Provided information Start Marker
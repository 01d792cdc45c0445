"""Schedules as arrays: where each reading of each run stands on the time and signal axes.

The time axis of a run holds its samples and, for signals that are recorded continuously, a fixed
grid of readings one memory apart (twice the correlation time: nearer ones add nothing). Real runs
that all virtual studies carry along (pilots) come first on the run axis.
"""

from __future__ import annotations

from dataclasses import dataclass

import numpy as np

from designer.likelihood import Design, Readings
from designer.records import Run, Schedule, Study
from designer.signals import pilot_readings


@dataclass(frozen=True)
class Layout:
    """samples: most samples of a run; grid: times (s) of continuous readings; sampled, recorded: 1 for
    signals read from samples and for signals on the grid; carried: rows of pilots."""

    samples: int
    grid: np.ndarray
    sampled: np.ndarray
    recorded: np.ndarray
    carried: Design
    carried_readings: Readings

    @property
    def width(self) -> int:
        """Length of the time axis."""
        return self.samples + len(self.grid)


def grid_of(study: Study) -> np.ndarray:
    """Times of the continuous readings of the longest run, s; empty where there are none."""
    steps = [max(r.every, 2 * (r.memory or 0.0)) for r in study.readings if r.every]
    if not steps:
        return np.zeros(0)
    first, step = study.limits.first_sample, max(steps)
    count = int(np.floor((study.limits.longest_run - first) / step + 1e-9)) + 1
    return first + step * np.arange(count)


def layout(study: Study, samples: int | None = None) -> Layout:
    """Axes for plans of ``study`` with up to ``samples`` samples per run (the study's own by default)."""
    grid = grid_of(study)
    recorded = np.array([float(bool(reading.every)) for reading in study.readings])
    pilots = pilot_readings(study)
    none = np.zeros(len(pilots))
    recorded = np.concatenate([recorded, none])
    sampled = np.concatenate([1 - recorded[: len(study.readings)], none])
    count = study.plan.samples if samples is None else samples
    count = count if sampled.any() else 0
    needed = max((len(pilot.readings) for pilot in study.pilots), default=0)
    count = max(count, needed - len(grid))
    blank = Design(
        np.zeros((0, len(study.conditions))), np.zeros((0, count + len(grid))), np.zeros((0, 0, 0))
    )
    empty = Layout(count, grid, sampled, recorded, blank, Readings(np.zeros(0), np.zeros(0)))
    carried, readings = _pilots(study, empty)
    return Layout(count, grid, sampled, recorded, carried, readings)


def _pilots(study: Study, axes: Layout) -> tuple[Design, Readings]:
    shape = (len(study.pilots), axes.width, len(axes.sampled))
    conditions = np.zeros((shape[0], len(study.conditions)))
    times, mask, values = np.zeros(shape[:2]), np.zeros(shape), np.zeros(shape)
    columns = {reading.name: i + len(study.readings) for i, reading in enumerate(pilot_readings(study))}
    kinds = pilot_readings(study)
    for row, pilot in enumerate(study.pilots):
        at = dict(pilot.at)
        conditions[row] = [at.get(c.name, c.middle) for c in study.conditions]
        column = next(
            columns[kind.name]
            for kind in kinds
            if kind.absolute == pilot.error and kind.name == f"conversion of {pilot.species}"
        )
        for index, (time, conversion) in enumerate(pilot.readings):
            times[row, index], mask[row, index, column], values[row, index, column] = time, 1.0, conversion
        times[row, len(pilot.readings) :] = pilot.readings[-1][0]
    return Design(conditions, times, mask), Readings(values, np.zeros(shape))


def arrays_of(axes: Layout, schedule: Schedule) -> Design:
    """Design of a schedule, carried runs first. Runs with fewer samples are padded and masked."""
    conditions, times, masks = [], [], []
    for run in schedule.runs:
        row, seen = _run(axes, run)
        conditions.append([value for _, value in run.conditions])
        times.append(row)
        masks.append(seen)
    carried = axes.carried
    return Design(
        np.concatenate([carried.conditions, np.array(conditions)]),
        np.concatenate([carried.times, np.array(times)]),
        np.concatenate([carried.mask, np.array(masks)]),
    )


def _run(axes: Layout, run: Run) -> tuple[np.ndarray, np.ndarray]:
    samples = np.array(run.times, float)
    pad = axes.samples - len(samples)
    last = samples[-1] if len(samples) else run.end
    row = np.concatenate([samples, np.full(pad, last), axes.grid])
    taken = np.concatenate([np.ones(len(samples)), np.zeros(pad + len(axes.grid))])
    length = run.end if run.length is None else run.length
    recorded = np.concatenate([np.zeros(axes.samples), (axes.grid <= length * (1 + 1e-12)).astype(float)])
    seen = taken[:, None] * axes.sampled + recorded[:, None] * axes.recorded
    return row, seen


def schedule_of(study: Study, axes: Layout, design: Design, name: str = "") -> Schedule:
    """Schedule of a design's own runs (the carried rows are left out)."""
    carried = len(axes.carried.times)
    names = [condition.name for condition in study.conditions]
    runs = []
    for row in range(carried, len(design.times)):
        conditions = tuple(zip(names, (float(x) for x in design.conditions[row]), strict=True))
        taken = design.mask[row, : axes.samples].any(-1)
        times = tuple(float(t) for t in design.times[row, : axes.samples][taken])
        on_grid = design.mask[row, axes.samples :].any(-1)
        length = float(axes.grid[on_grid][-1]) if on_grid.any() else None
        runs.append(Run(conditions, times, length))
    return Schedule(tuple(runs), name)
Provided information End Marker
Activity | Please print, exactly and with nothing else, the lines from the first line of the entries through the line containing "recorded: 1 for".

Output below |
repository 01d792cdc45c0445
"""Schedules as arrays: where each reading of each run stands on the time and signal axes.

The time axis of a run holds its samples and, for signals that are recorded continuously, a fixed
grid of readings one memory apart (twice the correlation time: nearer ones add nothing). Real runs
that all virtual studies carry along (pilots) come first on the run axis.
"""

from __future__ import annotations

from dataclasses import dataclass

import numpy as np

from designer.likelihood import Design, Readings
from designer.records import Run, Schedule, Study
from designer.signals import pilot_readings


@dataclass(frozen=True)
class Layout:
    """samples: most samples of a run; grid: times (s) of continuous readings; sampled, recorded: 1 for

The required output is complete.